These are bottom-dwelling fish, and their bodies are perfectly adapted to live and find food at the river bed. They are basically large algae eaters and have mouths shaped as suckers. You might misidentify them as catfish if they possessed barbles as well. But somehow they don’t have barbles.

These algae eaters have mouths that are clearly sucker-shaped. Although they lack the barbels of other bottom-feeding fish, they do have small papillae and a single row of pharyngeal teeth.

Scientific Taxonomy of Chinese high fin shark

SpeciesMyxocyprinus asiaticus

Natural Habitat

In their natural habitat, these fish play an important role in their ecosystems.
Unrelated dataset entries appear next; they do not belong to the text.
int recipe_score(const lk_model *m, const featset *fs, const lk_pair *pairs, size_t n_pairs,
                 double *values, int *labels, size_t *missing, lk_error *err)
{
    if (lk_model_standardisation(m, NULL, NULL, NULL)) {
        /* Not a model this recipe makes: score pair by pair with the full
         * formula of docs/model-format.md. */
        double *scratch = malloc((lk_model_scratch_size(m) + 1) * sizeof *scratch);
        if (!scratch) {
            lk_error_set(err, LK_ERR_NOMEM, "out of memory");
            return -1;
        }
        size_t miss = 0;
        for (size_t i = 0; i < n_pairs; i++) {
            long ia = featset_find(fs, pairs[i].path_a), ib = featset_find(fs, pairs[i].path_b);
            labels[i] = pairs[i].genuine ? 1 : 0;
            values[i] = -INFINITY;
            if (ia < 0 || ib < 0 || !fs->ok[ia] || !fs->ok[ib] ||
                lk_model_score(m, fs->x + (size_t)ia * fs->dim, fs->x + (size_t)ib * fs->dim,
                               scratch, &values[i], NULL, err) != LK_OK) {
                values[i] = -INFINITY;
                miss++;
            }
        }
        free(scratch);
        if (missing)
            *missing = miss;
        return 0;
    }
    size_t k;
    double *z = project_pairs(m, fs, pairs, n_pairs, &k, err);
    if (!z)
        return -1;
    size_t nw;
    const double *w;
    double b;
    lk_model_svm(m, &nw, &w, &b);
    size_t miss = 0;
    for (size_t i = 0; i < n_pairs; i++) {
        long ia = featset_find(fs, pairs[i].path_a), ib = featset_find(fs, pairs[i].path_b);
        labels[i] = pairs[i].genuine ? 1 : 0;
        if (ia < 0 || ib < 0 || !fs->ok[ia] || !fs->ok[ib]) {
            values[i] = -INFINITY;
            miss++;
            continue;
        }
        /* f = b + sum_i w_i (y_a,i - y_b,i)^2: the model's scoring formula
         * without standardisation (docs/model-format.md). */
        const double *za = z + (size_t)ia * k, *zb = z + (size_t)ib * k;
        double f = b;
        for (size_t j = 0; j < k; j++) {
            double t = za[j] - zb[j];
            f += w[j] * t * t;
        }
        values[i] = f;
    }
    free(z);
    if (missing)
        *missing = miss;
    return 0;
}

int recipe_calibrate(lk_model *m, const double *values, const int *labels, size_t n,
                     double default_fmr, lk_error *err)
{
    /* Platt on finite values only: a pair without features carries no score. */
    double *f = malloc((n + 1) * sizeof *f);
    int *y = malloc((n + 1) * sizeof *y);
    if (!f || !y) {
        free(f);
        free(y);
        lk_error_set(err, LK_ERR_NOMEM, "out of memory");
        return -1;
    }
    size_t nf = 0;
    for (size_t i = 0; i < n; i++)
        if (isfinite(values[i])) {
            f[nf] = values[i];
            y[nf++] = labels[i];
        }
    lk_platt_params pp;
    lk_platt_params_default(&pp);
    lk_platt pl;
    if (lk_platt_fit(f, y, nf, &pp, &pl, err) != LK_OK ||
        lk_model_set_platt(m, pl.A, pl.B, err) != LK_OK) {
        free(f);
        free(y);
        return -1;
    }
    lk_roc roc = {0};
    if (lk_roc_compute(f, y, nf, &roc, err) != LK_OK) {
        free(f);
        free(y);
        return -1;
    }
    static const double targets[] = {1e-5, 1e-4, 1e-3, 1e-2, 1e-1};
    enum { NT = sizeof targets / sizeof targets[0] };
    lk_operating_point op[NT];
    lk_roc_operating_table(&roc, targets, NT, op);
    lk_model_operating_point rows[NT];
    for (size_t i = 0; i < NT; i++) {
        double t = isfinite(op[i].threshold) ? op[i].threshold : 1e300;
        rows[i] = (lk_model_operating_point){
            .target_fmr = targets[i],
            .svm_threshold = t,
            .prob_threshold = lk_platt_probability(&pl, t),
            .measured_fmr = op[i].fmr,
            .measured_fnmr = op[i].fnmr,
            .impostor_comparisons = roc.n_impostor,
            .genuine_comparisons = roc.n_genuine,
            .supported = op[i].supported != 0,
        };
    }
    lk_roc_free(&roc);
    free(f);
    free(y);
    return lk_model_set_operating_points(m, rows, NT, default_fmr, err) == LK_OK ? 0 : -1;
}
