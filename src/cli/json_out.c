#include "json_out.h"

#include <sodium.h>
#include <stdio.h>
#include <stdlib.h>

static cJSON *point(lk_point p)
{
    cJSON *o = cJSON_CreateObject();
    cJSON_AddNumberToObject(o, "x", p.x);
    cJSON_AddNumberToObject(o, "y", p.y);
    return o;
}

cJSON *json_quality(const lk_analysis *a)
{
    const lk_quality *q = &a->quality;
    cJSON *o = cJSON_CreateObject();
    cJSON_AddBoolToObject(o, "usable", q->usable);
    cJSON *reasons = cJSON_AddArrayToObject(o, "reasons");
    cJSON *notes = cJSON_AddArrayToObject(o, "notes");
    for (int i = 0; i < LK_QR_COUNT; i++) {
        uint32_t bit = 1u << i;
        if (!(q->reasons & bit))
            continue;
        cJSON_AddItemToArray((bit & LK_QR_BLOCKING) ? reasons : notes,
                             cJSON_CreateString(lk_quality_reason_name(bit)));
    }
    if (a->center_fallback)
        cJSON_AddItemToArray(notes, cJSON_CreateString("center_fallback"));
    cJSON_AddNumberToObject(o, "face_count", q->face_count);
    if (a->find.face_count > 0 || a->center_fallback) {
        cJSON *box = cJSON_AddObjectToObject(o, "face");
        const lk_rect *r = &a->find.primary;
        cJSON_AddNumberToObject(box, "x", r->x);
        cJSON_AddNumberToObject(box, "y", r->y);
        cJSON_AddNumberToObject(box, "width", r->width);
        cJSON_AddNumberToObject(box, "height", r->height);
        if (a->find.search_angle_deg != 0)
            cJSON_AddNumberToObject(box, "search_angle_deg", a->find.search_angle_deg);
        cJSON *eyes = cJSON_AddObjectToObject(o, "eyes");
        cJSON_AddItemToObject(eyes, "left", point(a->find.eyes.left));
        cJSON_AddItemToObject(eyes, "right", point(a->find.eyes.right));
        cJSON_AddBoolToObject(eyes, "estimated", a->find.eyes.eyes_estimated);
        cJSON_AddNumberToObject(o, "face_size", q->face_size);
        cJSON_AddNumberToObject(o, "eye_distance", q->eye_distance);
        cJSON_AddNumberToObject(o, "roll_deg", q->roll_deg);
        cJSON_AddNumberToObject(o, "sharpness", q->sharpness);
        cJSON_AddNumberToObject(o, "mean_gray", q->mean_gray);
        cJSON_AddNumberToObject(o, "clipped_fraction", q->clipped);
    }
    cJSON_AddNumberToObject(o, "image_width", a->width);
    cJSON_AddNumberToObject(o, "image_height", a->height);
    return o;
}

cJSON *json_timings(const lk_analysis *a)
{
    static const char *const names[LK_STAGE_COUNT] = {"decode_ms", "detect_ms", "align_ms",
                                                      "features_ms"};
    cJSON *o = cJSON_CreateObject();
    for (int i = 0; i < LK_STAGE_COUNT; i++)
        cJSON_AddNumberToObject(o, names[i], a->stage_ms[i]);
    return o;
}

void json_print(cJSON *j)
{
    char *s = cJSON_Print(j);
    if (s) {
        puts(s);
        free(s);
    }
    cJSON_Delete(j);
}

void uuid_v4(char out[37])
{
    unsigned char b[16];
    if (sodium_init() < 0)
        abort(); /* libsodium cannot start only if the system RNG is missing */
    randombytes_buf(b, sizeof b);
    b[6] = (unsigned char)((b[6] & 0x0F) | 0x40); /* version 4 (RFC 9562 section 5.4) */
    b[8] = (unsigned char)((b[8] & 0x3F) | 0x80); /* variant 10xx */
    snprintf(out, 37, "%02x%02x%02x%02x-%02x%02x-%02x%02x-%02x%02x-%02x%02x%02x%02x%02x%02x",
             b[0], b[1], b[2], b[3], b[4], b[5], b[6], b[7], b[8], b[9], b[10], b[11], b[12],
             b[13], b[14], b[15]);
}
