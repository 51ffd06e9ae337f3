/* Shared pieces of the likeness command-line tool. */
#ifndef LIKENESS_CLI_H
#define LIKENESS_CLI_H

#include <stddef.h>
#include <stdio.h>

#include "likeness/error.h"

typedef struct cli_command {
    const char *name;
    const char *summary;
    int (*run)(int argc, char **argv);
} cli_command;

/* Exit codes: 0 success, 1 the work failed (a reason is printed), 2 usage error. */
enum { CLI_OK = 0, CLI_FAIL = 1, CLI_USAGE = 2 };

int cmd_detect(int argc, char **argv);
int cmd_features(int argc, char **argv);
int cmd_verify(int argc, char **argv);
int cmd_train(int argc, char **argv);
int cmd_evaluate(int argc, char **argv);
int cmd_lfw(int argc, char **argv);
int cmd_keys(int argc, char **argv);
int cmd_audit(int argc, char **argv);

/* Prints "likeness: <message>" (and the error code name) to stderr. */
void cli_error(const lk_error *err);
void cli_errorf(const char *fmt, ...) __attribute__((format(printf, 1, 2)));

/* A progress bar on stderr when it is a terminal; otherwise a line every 10%. */
typedef struct cli_progress {
    const char *what;
    size_t total;
    size_t last_shown;
    double started;
    int tty;
} cli_progress;

void cli_progress_start(cli_progress *p, const char *what, size_t total);
void cli_progress_update(cli_progress *p, size_t done);
void cli_progress_end(cli_progress *p);
double cli_now(void);

#endif
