/* The training recipe: PCA (optionally whitened) learned on training images,
 * squared-difference pair vectors in the projected space, a linear SVM,
 * Platt calibration and an operating-point table on held-out pairs. Shared
 * by `likeness train` and `likeness lfw` so both train exactly alike. */
#ifndef LIKENESS_CLI_RECIPE_H
#define LIKENESS_CLI_RECIPE_H

#include <stddef.h>

#include "featset.h"
#include "likeness/learn.h"
#include "likeness/model.h"

typedef struct recipe {
    size_t pca_dim;         /* 0: no projection */
    int whiten;             /* divide each component by sqrt(its variance) */
    double whiten_floor;    /* variance floor, relative to the largest, before whitening */
    size_t pca_max_images;  /* PCA is fitted on at most this many training images (seeded pick) */
    int l2;                 /* L2-normalise the projected vector (needs pca_dim > 0) */
    double wccn_reg;        /* within-class covariance normalisation; < 0 turns it off */
    size_t pairs_per_class; /* generated training pairs per class (0: only given pairs) */
    double C;
    lk_svm_loss loss;
    uint64_t seed;
} recipe;

void recipe_default(recipe *r);
/* "pca=...;whiten=...;..." for provenance. */
void recipe_describe(const recipe *r, char *buf, size_t size);

/* Fits the projection on feature rows pca_rows, then the SVM on the pairs
 * (labels from pair.genuine); sets features, projection and SVM of m.
 * Pairs whose images have no features are skipped. */
int recipe_fit(const recipe *r, const char *feature_config, const featset *fs,
               const size_t *pca_rows, size_t n_pca_rows, const lk_pair *pairs, size_t n_pairs,
               lk_model *m, size_t *pairs_used, lk_error *err);

/* SVM values of pairs with the projection and SVM of m; a pair with an image
 * without features gets -INFINITY (so a mated pair counts as an error). */
int recipe_score(const lk_model *m, const featset *fs, const lk_pair *pairs, size_t n_pairs,
                 double *values, int *labels, size_t *missing, lk_error *err);

/* Platt parameters from held-out values, operating points for the targets
 * 1e-1 .. 1e-5 (only supported rows beyond 1e-2 kept flagged), default FMR. */
int recipe_calibrate(lk_model *m, const double *values, const int *labels, size_t n,
                     double default_fmr, lk_error *err);

/* Feature rows of the images of the pairs (unique). *rows is malloc'd. */
int recipe_rows_of_pairs(const featset *fs, const lk_pair *pairs, size_t n_pairs, size_t **rows,
                         size_t *n_rows);

#endif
And these fish grow more than a meter, so they are famous as food fish in the Yangtze river basin.

They swim upriver for breeding just like Salmons do. Their breeding waters are high-flowing and shallow.

The Chinese high fin banded shark wild population is severely depleted, due to pollution and the overfishing of certain areas, dams preventing their natural breeding migration, and overcollection for the aquarium trade. The species is currently on China’s Endangered Species List and is protected by law.
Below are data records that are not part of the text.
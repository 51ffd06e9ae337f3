/* lk_store: URL dispatch to a backend (sqlite:PATH or a path: SQLite;
 * postgres:// or postgresql://: PostgreSQL), one lock per handle, and the pieces
 * that do not depend on the database (scopes, checkpoint signing, chain
 * verification). */
#include "backend.h"

#include <pthread.h>
#include <stdio.h>
#include <stdlib.h>
#include <string.h>
#include <time.h>

struct lk_store {
    const lk_store_backend *be;
    void *h;
    /* Recursive so that a list callback may call back into the same store
     * from the thread that holds the lock. */
    pthread_mutex_t mu;
};

int64_t lk_store_now_ms(void)
{
    struct timespec ts;
    clock_gettime(CLOCK_REALTIME, &ts);
    return (int64_t)ts.tv_sec * 1000 + ts.tv_nsec / 1000000;
}

static bool has_prefix(const char *s, const char *p)
{
    return strncmp(s, p, strlen(p)) == 0;
}

lk_store *lk_store_open(const char *url, lk_error *err)
{
    if (!url || !*url) {
        lk_error_set(err, LK_ERR_INVALID_ARGUMENT,
                     "no store given: set [store] url in the configuration or pass --store "
                     "sqlite:PATH (or postgres://USER@HOST:PORT/DATABASE)");
        return NULL;
    }
    const lk_store_backend *be = &lk_store_sqlite_backend;
    const char *path = url;
    if (has_prefix(url, "postgres://") || has_prefix(url, "postgresql://"))
        be = &lk_store_postgres_backend; /* a libpq connection URI, passed whole */
    else if (has_prefix(url, "sqlite://"))
        path = url + strlen("sqlite://"); /* sqlite:///abs/path -> /abs/path */
    else if (has_prefix(url, "sqlite:"))
        path = url + strlen("sqlite:");
    else if (strstr(url, "://")) {
        lk_error_set(err, LK_ERR_STORE,
                     "unsupported store URL '%s': use sqlite:PATH, a plain file path or "
                     "postgres://USER@HOST:PORT/DATABASE",
                     url);
        return NULL;
    }
    if (!*path) {
        lk_error_set(err, LK_ERR_INVALID_ARGUMENT, "store URL '%s' names no file", url);
        return NULL;
    }

    lk_store *s = calloc(1, sizeof *s);
    if (!s) {
        lk_error_set(err, LK_ERR_NOMEM, "out of memory opening the store");
        return NULL;
    }
    pthread_mutexattr_t a;
    pthread_mutexattr_init(&a);
    pthread_mutexattr_settype(&a, PTHREAD_MUTEX_RECURSIVE);
    int rc = pthread_mutex_init(&s->mu, &a);
    pthread_mutexattr_destroy(&a);
    if (rc != 0) {
        free(s);
        lk_error_set(err, LK_ERR_NOMEM, "cannot create the store's lock");
        return NULL;
    }
    s->be = be;
    s->h = be == &lk_store_postgres_backend ? lk_store_postgres_open(url, err)
                                            : lk_store_sqlite_open(path, err);
    if (!s->h) {
        pthread_mutex_destroy(&s->mu);
        free(s);
        return NULL;
    }
    return s;
}

void lk_store_close(lk_store *s)
{
    if (!s)
        return;
    s->be->close(s->h);
    pthread_mutex_destroy(&s->mu);
    free(s);
}

/* A backend that guards its own connections (PostgreSQL's pool) runs
 * requests of several threads at once; the others are serialised here. */
#define LOCKED(s, expr)                                                                   \
    do {                                                                                  \
        const bool lk_serial_ = !(s)->be->concurrent;                                     \
        if (lk_serial_)                                                                   \
            pthread_mutex_lock(&(s)->mu);                                                 \
        expr;                                                                             \
        if (lk_serial_)                                                                   \
            pthread_mutex_unlock(&(s)->mu);                                               \
    } while (0)

static lk_code no_store(lk_error *err)
{
    return lk_error_set(err, LK_ERR_INVALID_ARGUMENT, "no store (NULL handle)");
}

int lk_store_schema_version(lk_store *s)
{
    int v = 0;
    if (s)
        LOCKED(s, v = s->be->schema_version(s->h));
    return v;
}

lk_code lk_store_ping(lk_store *s, lk_error *err)
{
    if (!s)
        return no_store(err);
    lk_code rc;
    LOCKED(s, rc = s->be->ping(s->h, err));
    return rc;
}

lk_code lk_store_integrity_check(lk_store *s, lk_error *err)
{
    if (!s)
        return no_store(err);
    lk_code rc;
    LOCKED(s, rc = s->be->integrity_check(s->h, err));
    return rc;
}

/* ---- templates ---- */

lk_code lk_store_template_put(lk_store *s, const lk_template_meta *meta, const uint8_t *record,
                              size_t len, lk_error *err)
{
    if (!s)
        return no_store(err);
    if (!meta || !record || len == 0 || !meta->template_id[0])
        return lk_error_set(err, LK_ERR_INVALID_ARGUMENT,
                            "a template needs an id and a non-empty record");
    lk_code rc;
    LOCKED(s, rc = s->be->template_put(s->h, meta, record, len, err));
    return rc;
}

lk_code lk_store_template_get(lk_store *s, const char *template_id, int64_t now_ms,
                              lk_template_meta *meta, uint8_t **record, size_t *len,
                              lk_error *err)
{
    if (!s)
        return no_store(err);
    if (!template_id || !meta || (record && !len))
        return lk_error_set(err, LK_ERR_INVALID_ARGUMENT, "template_get: missing argument");
    lk_code rc;
    LOCKED(s, rc = s->be->template_get(s->h, template_id, now_ms, meta, record, len, err));
    return rc;
}

lk_code lk_store_template_delete(lk_store *s, const char *template_id, lk_error *err)
{
    if (!s)
        return no_store(err);
    if (!template_id)
        return lk_error_set(err, LK_ERR_INVALID_ARGUMENT, "template_delete: no id");
    lk_code rc;
    LOCKED(s, rc = s->be->template_delete(s->h, template_id, err));
    return rc;
}

lk_code lk_store_template_purge_expired(lk_store *s, int64_t now_ms, uint64_t *count,
                                        lk_error *err)
{
    if (!s)
        return no_store(err);
    uint64_t c = 0;
    lk_code rc;
    LOCKED(s, rc = s->be->template_purge_expired(s->h, now_ms, &c, err));
    if (count)
        *count = c;
    return rc;
}

uint64_t lk_store_template_count(lk_store *s)
{
    uint64_t n = 0;
    if (s)
        LOCKED(s, n = s->be->template_count(s->h));
    return n;
}
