static void evaluate_usage(FILE *f)
{
    fprintf(f,
            "usage: likeness evaluate --pairs FILE --lfw-root DIR [--model FILE]\n"
            "                         [--json OUT.json] [--report OUT.html]\n\n"
            "Scores every pair of FILE (LFW pairs format) with the model and reports the\n"
            "ISO/IEC 19795-1 measures: ROC, AUC, EER, FNMR at FMR 1%% and 0.1%%, accuracy at\n"
            "the model's default operating point, and the smallest FMR the number of\n"
            "impostor comparisons supports (rule of 30). The HTML report shows ROC and DET\n"
            "curves and the score distributions.\n\n"
            "options:\n"
            "  --model FILE      model (default: $LIKENESS_MODEL, else %s)\n"
            "  --json FILE       write the measures as JSON (default: standard output)\n"
            "  --report FILE     write the self-contained HTML report\n"
            "  --scores FILE     write every pair's scores as CSV (path_a,path_b,mated,\n"
            "                    svm_value,score); unusable pairs have empty scores\n"
            "  --fmr F           operating point for the accuracy row (default: the model's)\n"
            "  --threads N       feature extraction threads (default: all cores)\n"
            "  --cache FILE      keep extracted features in FILE and reuse them\n"
            "  --center-fallback when no face is found, use the central box (LFW)\n"
            "  -h, --help        this help\n",
            LIKENESS_DEFAULT_MODEL);
}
They are unique fish on their own. But that’s a later section in this article. So make sure to read along until the end!

The Dramatic Change of Size & Color During The Lifespan

Chinese high fin shark color and pattern change as they grow

One of the strangest things about Chinese High Fin Banded sharks is that they appear completely different from those who have seen them only a few months before. Some have referred to this strange phenomenon as the “reverse ugly duckling” effect.

Young sharks display a distinct pattern of three dark bands on their otherwise brown bodies. But once they reach a length of 30–36 cm (12–14 in), the characteristic pale bands disappear and their color gets darkens.

Juveniles are much more attractive than full-grown adults. They have a dominant high dorsal fin which is triangular in shape. This high dorsal fin is long and goes all the way down to where the rear of the anal fish aligns. When they become adults this high fin converts to a smaller less prominent fin. You will find that adult fish are very elongated in shape and less attractive than juveniles.

Their growth rate can be super fast. So it must be the main factor when you are going to choose them as pet fish. By the time they reach their maximum size which can be around 1.35 meters you will need a large pond or a large tank to house them in. They get around 8 inches in the first year of their lives. They will become 1 foot and 8 inches when they become three. To reach their maximum size which is around 1.35t meters in length it takes longer than six years. But when they do, a full-grown fish will weigh around 40 Kg!

Now you know why these fish are popular in the Chinese food industry!


Chinese high fin banded shark lives a very long life in the wild. Don’t be surprised to find out that they can live somewhere around 25 years when undisturbed! Before being certified as a protected fish species, the big adult high fin sharks were almost gone from their natural habitats. Now they can be only caught for food in fish farms where they are raised as food fish.

How to improve their lifespan in captivity?

Chinese high fin sharks in aquariums

If you want your Chinese high fin sharks to live as long as 25 years, then you need to give them enough space to grow. One of the main reasons that they die younger in captivity is the inadequate spaces they are used to raising. You need large ponds or very large tanks of somewhere around 300 to 800 gallons to raise them properly or they will die when they are around 10 to 15 years old.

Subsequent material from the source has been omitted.